County meeting diversity goals
"Disparity" and "diversity" have been two well-discussed issues on County Council over the last year or so. And Council members Darby and Pryor, on occasions have been severely critical of staff in their tardiness in attempting to meet Council's requests. It may have been conscientiousness or fear of rebuke that prompted the long presentations on diversity at last night's meeting. Mr. Barrett Tolbert, the newly appointed Minority and Women Business Coordinator, made his first presentation before Council. He made observations on the Procurement Department in Q1 and was followed by Mr. Stan Currie, Human Resources Director, who reported on human resources.

Generally the County has a minimum goal of 10% for the participation of minorities in procurement and employment. (Minorities are defined as minority racial groups and women) From the presentations made by these members of staff, it seems goals are being met, and sometimes exceeded. In procurement, Mr. Tolbert estimated that about 24% of controllable expenses were handled by minority and women business enterprises. However, the performance was not so creditable in relation to "awarded contracts". In this area, the percentage handled by minorities was slightly in excess of 10% and indeed if it were not for a single computer contract, the percentage would have been well short of 10%. As Mr. Tolbert also noted, there was a problem in reaching the diversity goal in construction and services because of the few minority firms that existed.

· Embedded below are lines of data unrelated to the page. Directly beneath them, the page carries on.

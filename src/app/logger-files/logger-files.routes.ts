import type { Routes } from '@angular/router';

export const LOGGER_FILE_ROUTES: Routes = [
  { path: '', loadComponent: () => import('./logger-files-page').then((m) => m.LoggerFilesPage) },
  { path: ':loggerFileId', title: 'Logger file · Chillwarden', loadComponent: () => import('./logger-file-detail').then((m) => m.LoggerFileDetail) },
];
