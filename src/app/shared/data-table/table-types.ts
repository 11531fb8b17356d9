import type { SortDirection } from '../../../../shared/api/tables';

/** One column of a server-paged table: what it shows, and the server's sort key when it sorts. */
export interface TableColumn<T> {
  id: string;
  label: string;
  text(row: T): string;
  /** The server's sort key; without one the column does not sort. */
  sortKey?: string;
  /** A tone for a small badge (critical, urgent, watch, open, done…), styled by the table. */
  tone?(row: T): string | null;
}

export interface FilterOption {
  value: string;
  label: string;
}

/** A filter of the filter bar; its key is its name in the page's URL. */
export interface FilterField {
  key: string;
  label: string;
  kind: 'search' | 'select' | 'date-from' | 'date-to';
  options?: readonly FilterOption[];
  /** A select's value when the URL has none ('' reads "any"). */
  defaultValue?: string;
}

/** What the page's URL holds: sort, page and the filters as written in it. */
export interface TableState {
  sort: string;
  dir: SortDirection;
  page: number;
  pageSize: number;
  filters: Readonly<Record<string, string>>;
}

export const PAGE_SIZES = [10, 25, 50, 100] as const;
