import { InjectionToken } from '@angular/core';

/** Saves a downloaded file; specs replace it to see what would be saved. */
export const SAVE_FILE = new InjectionToken<(blob: Blob, fileName: string) => void>('save a file', {
  providedIn: 'root',
  factory: () => (blob: Blob, fileName: string) => {
    const url = URL.createObjectURL(blob);
    const link = document.createElement('a');
    link.href = url;
    link.download = fileName;
    link.click();
    setTimeout(() => URL.revokeObjectURL(url), 0);
  },
});

/** The file name of a Content-Disposition header (RFC 6266), else the fallback. */
export function fileNameOf(contentDisposition: string | null, fallback: string): string {
  const match = /filename="?([^";]+)"?/i.exec(contentDisposition ?? '');
  return match ? match[1] : fallback;
}

/** The server's sentence from an error body that arrived as a Blob (a failed file download). */
export async function blobErrorMessage(body: unknown): Promise<string | null> {
  if (!(body instanceof Blob)) return null;
  try {
    const parsed = JSON.parse(await body.text()) as { error?: unknown };
    return typeof parsed.error === 'string' ? parsed.error : null;
  } catch {
    return null;
  }
}
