import { inject, type Signal } from '@angular/core';
import { toSignal } from '@angular/core/rxjs-interop';
import { catchError, map, of } from 'rxjs';
import { PropertyApi } from '../../inventory/property-api';
import type { FilterOption } from './table-types';

/** The organization's properties as filter choices ("All properties" first); none if they cannot be read. */
export function propertyChoices(): Signal<FilterOption[]> {
  const all: FilterOption = { value: '', label: 'All properties' };
  return toSignal(
    inject(PropertyApi)
      .list({ pageSize: 200, sort: 'name' })
      .pipe(
        map((page) => [all, ...page.items.map((property) => ({ value: property.id, label: property.name }))]),
        catchError(() => of([all])),
      ),
    { initialValue: [all] },
  );
}
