import { ColumnChoice } from './column-choice';

class MemoryStorage {
  readonly items = new Map<string, string>();
  getItem(key: string): string | null {
    return this.items.get(key) ?? null;
  }
  setItem(key: string, value: string): void {
    this.items.set(key, value);
  }
}

const COLUMNS = [
  { id: 'a', label: 'A' },
  { id: 'b', label: 'B' },
  { id: 'c', label: 'C' },
];

describe('ColumnChoice', () => {
  it('starts from the defaults, remembers toggles in the table’s order, and never hides the last column', () => {
    const storage = new MemoryStorage();
    const choice = new ColumnChoice('cw.columns.spec', COLUMNS, ['a', 'b'], storage as unknown as Storage);
    expect(choice.visible()).toEqual(['a', 'b']);
    choice.toggle('c');
    choice.toggle('a');
    expect(choice.visible()).toEqual(['b', 'c']);
    choice.toggle('b');
    choice.toggle('c');
    expect(choice.visible()).withContext('the last column stays').toEqual(['c']);
    expect(new ColumnChoice('cw.columns.spec', COLUMNS, ['a'], storage as unknown as Storage).visible()).toEqual(['c']);
  });

  it('drops unknown ids and ignores a broken saved value', () => {
    const storage = new MemoryStorage();
    storage.setItem('k1', JSON.stringify(['gone', 'b']));
    storage.setItem('k2', '{not json');
    expect(new ColumnChoice('k1', COLUMNS, undefined, storage as unknown as Storage).visible()).toEqual(['b']);
    expect(new ColumnChoice('k2', COLUMNS, undefined, storage as unknown as Storage).visible()).toEqual(['a', 'b', 'c']);
  });
});
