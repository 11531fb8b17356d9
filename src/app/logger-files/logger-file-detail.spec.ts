import { TestbedHarnessEnvironment } from '@angular/cdk/testing/testbed';
import type { HttpTestingController } from '@angular/common/http/testing';
import { TestBed } from '@angular/core/testing';
import { MatAutocompleteHarness } from '@angular/material/autocomplete/testing';
import { MatButtonHarness } from '@angular/material/button/testing';
import type { LoggerFileView } from '../../../shared/api/logger-files';
import { appliance, configureSpec, page, settle } from '../inventory/testing';
import { ReadingChart } from '../shared/reading-chart/reading-chart';
import { LoggerFileDetail } from './logger-file-detail';

const START_MS = Date.UTC(2026, 0, 5);

function file(extra: Partial<LoggerFileView> = {}): LoggerFileView {
  return {
    id: 'lf1',
    fileName: 'garage-fridge.csv',
    sizeBytes: 4200,
    style: 'top-freezer',
    uploadedAt: '2026-03-01T10:00:00.000Z',
    uploadedBy: 'Dana Manager',
    readings: 3,
    firstAt: new Date(START_MS).toISOString(),
    lastAt: new Date(START_MS + 600_000).toISOString(),
    findingCount: 1,
    healthAtEnd: 'warm',
    attachment: null,
    chart: { fresh_food: { points: [[START_MS, 3.1], [START_MS + 300_000, 9.5], [START_MS + 600_000, 10.2]], readings: 3 } },
    analysis: {
      findings: [
        {
          kind: 'warming-trend',
          compartment: 'fresh_food',
          started_at: new Date(START_MS + 300_000).toISOString(),
          detected_at: new Date(START_MS + 600_000).toISOString(),
          ended_at: null,
          severity: 'urgent',
          probable_causes: [{ code: 'evaporator-fan', confidence: 0.62 }, { code: 'door-seal', confidence: 0.1 }],
          minutes_above_4c: 10,
          summary: 'Fresh food at 10.2 °C (50 °F), rising.',
        },
      ],
      summary: {
        style: 'top-freezer',
        probes: ['fresh_food'],
        readings: 3,
        first_at: new Date(START_MS).toISOString(),
        last_at: new Date(START_MS + 600_000).toISOString(),
        median_interval_minutes: 5,
        health_at_end: 'warm',
        fresh_food_minutes_above_4c: 10,
        findings_by_kind: { 'warming-trend': 1 },
        learned: { baseline_c: { fresh_food: 3.1, freezer: null }, cycle_period_minutes: null, defrost_interval_hours: null, defrost_rise_c: null, door_openings_per_day: null },
        file: { rows: 4, rows_skipped: 1, duplicates_merged: 0, cells_unreadable: 0, temperature_unit: 'C', timestamps_without_offset_read_as_utc: false },
      },
    },
    ...extra,
  };
}

describe('LoggerFileDetail', () => {
  let backend: HttpTestingController;

  beforeEach(() => (backend = configureSpec({ user: { temperatureUnit: 'F' } })));
  afterEach(() => backend.verify());

  async function render(view: LoggerFileView) {
    const fixture = TestBed.createComponent(LoggerFileDetail);
    fixture.componentRef.setInput('loggerFileId', 'lf1');
    fixture.detectChanges();
    await settle(fixture);
    backend.expectOne('/api/logger-files/lf1').flush(view);
    await settle(fixture);
    return { fixture, loader: TestbedHarnessEnvironment.loader(fixture), element: fixture.nativeElement as HTMLElement };
  }

  it('draws the file on the reading chart and lists the findings with their probable causes', async () => {
    const { fixture, element } = await render(file());
    const chart = fixture.debugElement.query((node) => node.componentInstance instanceof ReadingChart).componentInstance as ReadingChart;
    expect(chart.data().probes.fresh_food!.points.length).toBe(3);
    expect(chart.data().incidents).toEqual([{ startMs: START_MS + 300_000, endMs: null, label: 'Warming trend (fresh food)' }]);
    expect(chart.unit()).toBe('F');
    const text = element.textContent ?? '';
    expect(text).toContain('Warming trend, fresh food');
    expect(text).toContain('Evaporator fan motor stopped');
    expect(text).toContain('62%');
    expect(text).toContain('1 rows had no readable timestamp');
    // 3.1 °C is 37.6 °F (NIST SP 811, B.8).
    expect(text).toContain('37.6 °F');
    expect(text).toContain('EPA Section 608');
  });

  it("adds the file's readings to a chosen appliance's history", async () => {
    const { fixture, loader, element } = await render(file());
    const picker = await loader.getHarness(MatAutocompleteHarness);
    await picker.enterText('linden');
    await new Promise((resolve) => setTimeout(resolve, 300));
    backend.expectOne((req) => req.url === '/api/inventory/appliances').flush(page([appliance(1)]));
    await settle(fixture);
    await picker.selectOption({ text: /Linden Court 1 · 1A/ });
    await settle(fixture);
    await (await loader.getHarness(MatButtonHarness.with({ text: 'Add to history' }))).click();
    const call = backend.expectOne('/api/logger-files/lf1/attach');
    expect(call.request.body).toEqual({ applianceId: 'a1' });
    call.flush({ attachment: { applianceId: 'a1', propertyName: 'Linden Court 1', unitLabel: '1A', style: 'top-freezer', attachedAt: '2026-03-01T11:00:00.000Z', readings: 3 }, inserted: 3, skippedInFuture: 0 });
    await settle(fixture);
    expect(element.textContent).toContain('3 readings are in the history of the Linden Court 1 · 1A appliance');
    expect(element.textContent).toContain('3 readings added now.');
  });

  it('says when the file is not found', async () => {
    const fixture = TestBed.createComponent(LoggerFileDetail);
    fixture.componentRef.setInput('loggerFileId', 'lf1');
    fixture.detectChanges();
    await settle(fixture);
    backend.expectOne('/api/logger-files/lf1').flush({ error: 'logger file not found' }, { status: 404, statusText: 'Not Found' });
    await settle(fixture);
    expect((fixture.nativeElement as HTMLElement).querySelector('[role="alert"]')?.textContent).toContain('Logger file not found');
  });
});
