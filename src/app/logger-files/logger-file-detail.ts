import { DecimalPipe } from '@angular/common';
import { ChangeDetectionStrategy, Component, computed, inject, input, signal } from '@angular/core';
import { takeUntilDestroyed, toObservable } from '@angular/core/rxjs-interop';
import { MatButtonModule } from '@angular/material/button';
import { MatIconModule } from '@angular/material/icon';
import { MatProgressBarModule } from '@angular/material/progress-bar';
import { Router, RouterLink } from '@angular/router';
import { catchError, firstValueFrom, map, of, switchMap, tap } from 'rxjs';
import { CAUSES, SAFETY_CAUTIONS } from '../../../shared/causes';
import type { ApplianceView } from '../../../shared/api/inventory';
import type { AttachLoggerFileResult, LoggerFileView, LoggerFinding } from '../../../shared/api/logger-files';
import type { CauseCode } from '../../../shared/domain';
import { formatTemperature, type TemperatureUnit } from '../../../shared/temperature';
import { Session } from '../core/auth/session';
import { AppliancePicker } from '../inventory/appliance-picker';
import { STYLE_LABELS } from '../inventory/labels';
import { errorMessage } from '../inventory/messages';
import { ReadingChart } from '../shared/reading-chart/reading-chart';
import { LoggerFilesApi } from './logger-files-api';
import { COMPARTMENT_LABELS, HEALTH_LABELS, KIND_LABELS, SEVERITY_LABELS, chartDataOf } from './logger-words';

/** One analysed logger file: its chart, the engine's findings, and adding it to an appliance's history. */
@Component({
  selector: 'cw-logger-file-detail',
  imports: [AppliancePicker, DecimalPipe, MatButtonModule, MatIconModule, MatProgressBarModule, ReadingChart, RouterLink],
  templateUrl: './logger-file-detail.html',
  styleUrls: ['../inventory/list.scss', './logger-file-detail.scss'],
  changeDetection: ChangeDetectionStrategy.OnPush,
})
export class LoggerFileDetail {
  private readonly api = inject(LoggerFilesApi);
  private readonly router = inject(Router);
  private readonly session = inject(Session);

  /** From the route (`logger-files/:loggerFileId`). */
  readonly loggerFileId = input.required<string>();

  protected readonly file = signal<LoggerFileView | null>(null);
  protected readonly loading = signal(true);
  protected readonly error = signal<string | null>(null);
  protected readonly target = signal<ApplianceView | null>(null);
  protected readonly attaching = signal(false);
  protected readonly attachResult = signal<AttachLoggerFileResult | null>(null);
  protected readonly attachError = signal<string | null>(null);
  protected readonly confirmingDelete = signal(false);
  protected readonly cautions = SAFETY_CAUTIONS;

  protected readonly unit = computed<TemperatureUnit>(() => this.session.user()?.temperatureUnit ?? 'F');
  private readonly timeZone = computed(() => this.session.user()?.timeZone ?? undefined);
  protected readonly chartData = computed(() => {
    const file = this.file();
    return file ? chartDataOf(file.chart, file.analysis.findings) : null;
  });
  protected readonly chartNote = computed(() => {
    const file = this.file();
    if (!file) return '';
    const shown = Object.values(file.chart).reduce((sum, probe) => sum + (probe?.points.length ?? 0), 0);
    const all = Object.values(file.chart).reduce((sum, probe) => sum + (probe?.readings ?? 0), 0);
    return shown < all ? `The chart draws ${shown.toLocaleString()} of ${all.toLocaleString()} values (largest-triangle downsampling); the engine read every one.` : '';
  });

  constructor() {
    toObservable(this.loggerFileId)
      .pipe(
        tap(() => this.loading.set(true)),
        switchMap((id) =>
          this.api.get(id).pipe(
            map((file) => ({ file, error: null as string | null })),
            catchError((error: unknown) => of({ file: null, error: errorMessage(error) })),
          ),
        ),
        takeUntilDestroyed(),
      )
      .subscribe(({ file, error }) => {
        this.loading.set(false);
        this.file.set(file);
        this.error.set(error);
      });
  }

  protected styleLabel(file: LoggerFileView): string {
    return STYLE_LABELS[file.style];
  }

  protected kindLabel(finding: LoggerFinding): string {
    return `${KIND_LABELS[finding.kind]}, ${COMPARTMENT_LABELS[finding.compartment]}`;
  }

  protected severityLabel(finding: LoggerFinding): string {
    return SEVERITY_LABELS[finding.severity];
  }

  protected healthLabel(file: LoggerFileView): string {
    return HEALTH_LABELS[file.analysis.summary.health_at_end];
  }

  protected causeTitle(code: CauseCode): string {
    return CAUSES[code]?.title ?? code;
  }

  protected temperature(tempC: number | null): string {
    return formatTemperature(tempC, this.unit());
  }

  /** Dates in the person's own time zone (their profile), else the browser's. */
  protected when(iso: string | null): string {
    if (!iso) return '—';
    return new Intl.DateTimeFormat(undefined, { dateStyle: 'medium', timeStyle: 'short', timeZone: this.timeZone() }).format(new Date(iso));
  }

  protected async attach(file: LoggerFileView): Promise<void> {
    const target = this.target() ?? null;
    const applianceId = file.attachment?.applianceId ?? target?.id;
    if (!applianceId) return;
    this.attaching.set(true);
    this.attachError.set(null);
    try {
      const result = await firstValueFrom(this.api.attach(file.id, applianceId));
      this.attachResult.set(result);
      this.file.set({ ...file, attachment: result.attachment });
    } catch (error) {
      this.attachError.set(errorMessage(error));
    } finally {
      this.attaching.set(false);
    }
  }

  protected async remove(file: LoggerFileView): Promise<void> {
    try {
      await firstValueFrom(this.api.remove(file.id));
      await this.router.navigate(['/logger-files']);
    } catch (error) {
      this.error.set(errorMessage(error));
      this.confirmingDelete.set(false);
    }
  }
}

Mr. Currie also noted significant progress in his department over the last 12 months or so. At the beginning of 2005, women and minorities represented 37% of all those earning over $50,000 a year. At September last year, the percentage had increased to 40% and at the end of the first quarter of the current year, to 42%. Mr. Currie and Mr. Tolbert spoke at length of the steps that were being taken to increase the participation of minorities in procurement and employment.

Disparity study under way
Last night's agenda also included a presentation by a representative of MGT, the group contracted by the County to undertake a disparity study. The study is underway and the results should be available within a few months. They could be the basis for action by Council in setting a new diversity goal. Despite the polite compliments given by Council Chairman Stavrinakis, we thought there was little of interest in the presentation. A manual as to how to conduct a disparity study may not exist. But if its does, the presentation could've been taken from it.